▸ Exercise instructions
Your job is to reproduce all of the data exactly.

** Data extracts follows **

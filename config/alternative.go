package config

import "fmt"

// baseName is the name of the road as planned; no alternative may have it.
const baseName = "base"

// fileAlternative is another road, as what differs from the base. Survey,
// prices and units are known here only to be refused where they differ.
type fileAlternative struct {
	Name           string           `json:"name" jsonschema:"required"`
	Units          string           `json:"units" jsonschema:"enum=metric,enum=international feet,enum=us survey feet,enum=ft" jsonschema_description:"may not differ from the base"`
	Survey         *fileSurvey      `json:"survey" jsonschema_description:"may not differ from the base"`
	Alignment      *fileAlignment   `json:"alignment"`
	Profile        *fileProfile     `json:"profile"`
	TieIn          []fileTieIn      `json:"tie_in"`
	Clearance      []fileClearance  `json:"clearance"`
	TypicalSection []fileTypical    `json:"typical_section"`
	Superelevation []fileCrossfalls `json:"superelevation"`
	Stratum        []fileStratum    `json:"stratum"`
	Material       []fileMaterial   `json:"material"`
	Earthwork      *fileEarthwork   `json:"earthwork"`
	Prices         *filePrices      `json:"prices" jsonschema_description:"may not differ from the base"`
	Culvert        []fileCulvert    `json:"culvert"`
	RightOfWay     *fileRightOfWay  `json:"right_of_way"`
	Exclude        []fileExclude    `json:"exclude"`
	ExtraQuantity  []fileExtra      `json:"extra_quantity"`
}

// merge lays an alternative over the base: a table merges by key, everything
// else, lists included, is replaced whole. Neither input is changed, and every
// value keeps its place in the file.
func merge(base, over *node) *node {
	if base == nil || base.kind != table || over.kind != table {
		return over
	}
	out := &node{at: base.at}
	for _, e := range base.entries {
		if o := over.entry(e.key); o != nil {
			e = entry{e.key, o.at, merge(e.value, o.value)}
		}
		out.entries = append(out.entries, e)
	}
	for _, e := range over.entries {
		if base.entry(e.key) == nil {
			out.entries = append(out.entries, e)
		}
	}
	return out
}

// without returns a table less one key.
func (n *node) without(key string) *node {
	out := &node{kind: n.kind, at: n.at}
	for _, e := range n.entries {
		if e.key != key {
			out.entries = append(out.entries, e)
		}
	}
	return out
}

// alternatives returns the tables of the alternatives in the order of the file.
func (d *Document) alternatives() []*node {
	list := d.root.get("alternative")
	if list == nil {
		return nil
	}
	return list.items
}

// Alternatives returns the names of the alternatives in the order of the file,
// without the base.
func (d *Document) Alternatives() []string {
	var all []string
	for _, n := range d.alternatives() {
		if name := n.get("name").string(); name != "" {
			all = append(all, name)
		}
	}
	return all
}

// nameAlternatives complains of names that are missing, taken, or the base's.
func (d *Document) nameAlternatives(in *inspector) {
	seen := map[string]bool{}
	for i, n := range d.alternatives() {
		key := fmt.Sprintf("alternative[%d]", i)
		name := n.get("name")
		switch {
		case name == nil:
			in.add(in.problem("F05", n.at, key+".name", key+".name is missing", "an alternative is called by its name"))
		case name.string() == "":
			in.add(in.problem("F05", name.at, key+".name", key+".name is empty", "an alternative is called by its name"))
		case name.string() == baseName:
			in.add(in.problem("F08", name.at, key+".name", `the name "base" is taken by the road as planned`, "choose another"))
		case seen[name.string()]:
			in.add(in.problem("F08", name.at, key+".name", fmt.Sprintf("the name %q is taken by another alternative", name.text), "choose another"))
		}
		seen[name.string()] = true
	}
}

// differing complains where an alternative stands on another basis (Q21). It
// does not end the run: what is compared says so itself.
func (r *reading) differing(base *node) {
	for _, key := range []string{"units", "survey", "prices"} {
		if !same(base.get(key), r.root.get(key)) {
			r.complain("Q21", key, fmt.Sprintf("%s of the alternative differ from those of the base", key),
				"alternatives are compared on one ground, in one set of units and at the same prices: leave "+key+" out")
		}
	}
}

** End of Data extracts **

▸ Response to this exercise
filename config/alternative.go
package config

import "fmt"

// baseName is the name of the road as planned; no alternative may have it.
const baseName = "base"

// fileAlternative is another road, as what differs from the base. Survey,
// prices and units are known here only to be refused where they differ.
type fileAlternative struct {
	Name           string           `json:"name" jsonschema:"required"`
	Units          string           `json:"units" jsonschema:"enum=metric,enum=international feet,enum=us survey feet,enum=ft" jsonschema_description:"may not differ from the base"`
	Survey         *fileSurvey      `json:"survey" jsonschema_description:"may not differ from the base"`
	Alignment      *fileAlignment   `json:"alignment"`
	Profile        *fileProfile     `json:"profile"`
	TieIn          []fileTieIn      `json:"tie_in"`
	Clearance      []fileClearance  `json:"clearance"`
	TypicalSection []fileTypical    `json:"typical_section"`
	Superelevation []fileCrossfalls `json:"superelevation"`
	Stratum        []fileStratum    `json:"stratum"`
	Material       []fileMaterial   `json:"material"`
	Earthwork      *fileEarthwork   `json:"earthwork"`
	Prices         *filePrices      `json:"prices" jsonschema_description:"may not differ from the base"`
	Culvert        []fileCulvert    `json:"culvert"`
	RightOfWay     *fileRightOfWay  `json:"right_of_way"`
	Exclude        []fileExclude    `json:"exclude"`
	ExtraQuantity  []fileExtra      `json:"extra_quantity"`
}

// merge lays an alternative over the base: a table merges by key, everything
// else, lists included, is replaced whole. Neither input is changed, and every
// value keeps its place in the file.
func merge(base, over *node) *node {
	if base == nil || base.kind != table || over.kind != table {
		return over
	}
	out := &node{at: base.at}
	for _, e := range base.entries {
		if o := over.entry(e.key); o != nil {
			e = entry{e.key, o.at, merge(e.value, o.value)}
		}
		out.entries = append(out.entries, e)
	}
	for _, e := range over.entries {
		if base.entry(e.key) == nil {
			out.entries = append(out.entries, e)
		}
	}
	return out
}

// without returns a table less one key.
func (n *node) without(key string) *node {
	out := &node{kind: n.kind, at: n.at}
	for _, e := range n.entries {
		if e.key != key {
			out.entries = append(out.entries, e)
		}
	}
	return out
}

// alternatives returns the tables of the alternatives in the order of the file.
func (d *Document) alternatives() []*node {
	list := d.root.get("alternative")
	if list == nil {
		return nil
	}
	return list.items
}

// Alternatives returns the names of the alternatives in the order of the file,
// without the base.
func (d *Document) Alternatives() []string {
	var all []string
	for _, n := range d.alternatives() {
		if name := n.get("name").string(); name != "" {
			all = append(all, name)
		}
	}
	return all
}

// nameAlternatives complains of names that are missing, taken, or the base's.
func (d *Document) nameAlternatives(in *inspector) {
	seen := map[string]bool{}
	for i, n := range d.alternatives() {
		key := fmt.Sprintf("alternative[%d]", i)
		name := n.get("name")
		switch {
		case name == nil:
			in.add(in.problem("F05", n.at, key+".name", key+".name is missing", "an alternative is called by its name"))
		case name.string() == "":
			in.add(in.problem("F05", name.at, key+".name", key+".name is empty", "an alternative is called by its name"))
		case name.string() == baseName:
			in.add(in.problem("F08", name.at, key+".name", `the name "base" is taken by the road as planned`, "choose another"))
		case seen[name.string()]:
			in.add(in.problem("F08", name.at, key+".name", fmt.Sprintf("the name %q is taken by another alternative", name.text), "choose another"))
		}
		seen[name.string()] = true
	}
}

// differing complains where an alternative stands on another basis (Q21). It
// does not end the run: what is compared says so itself.
func (r *reading) differing(base *node) {
	for _, key := range []string{"units", "survey", "prices"} {
		if !same(base.get(key), r.root.get(key)) {
			r.complain("Q21", key, fmt.Sprintf("%s of the alternative differ from those of the base", key),
				"alternatives are compared on one ground, in one set of units and at the same prices: leave "+key+" out")
		}
	}
}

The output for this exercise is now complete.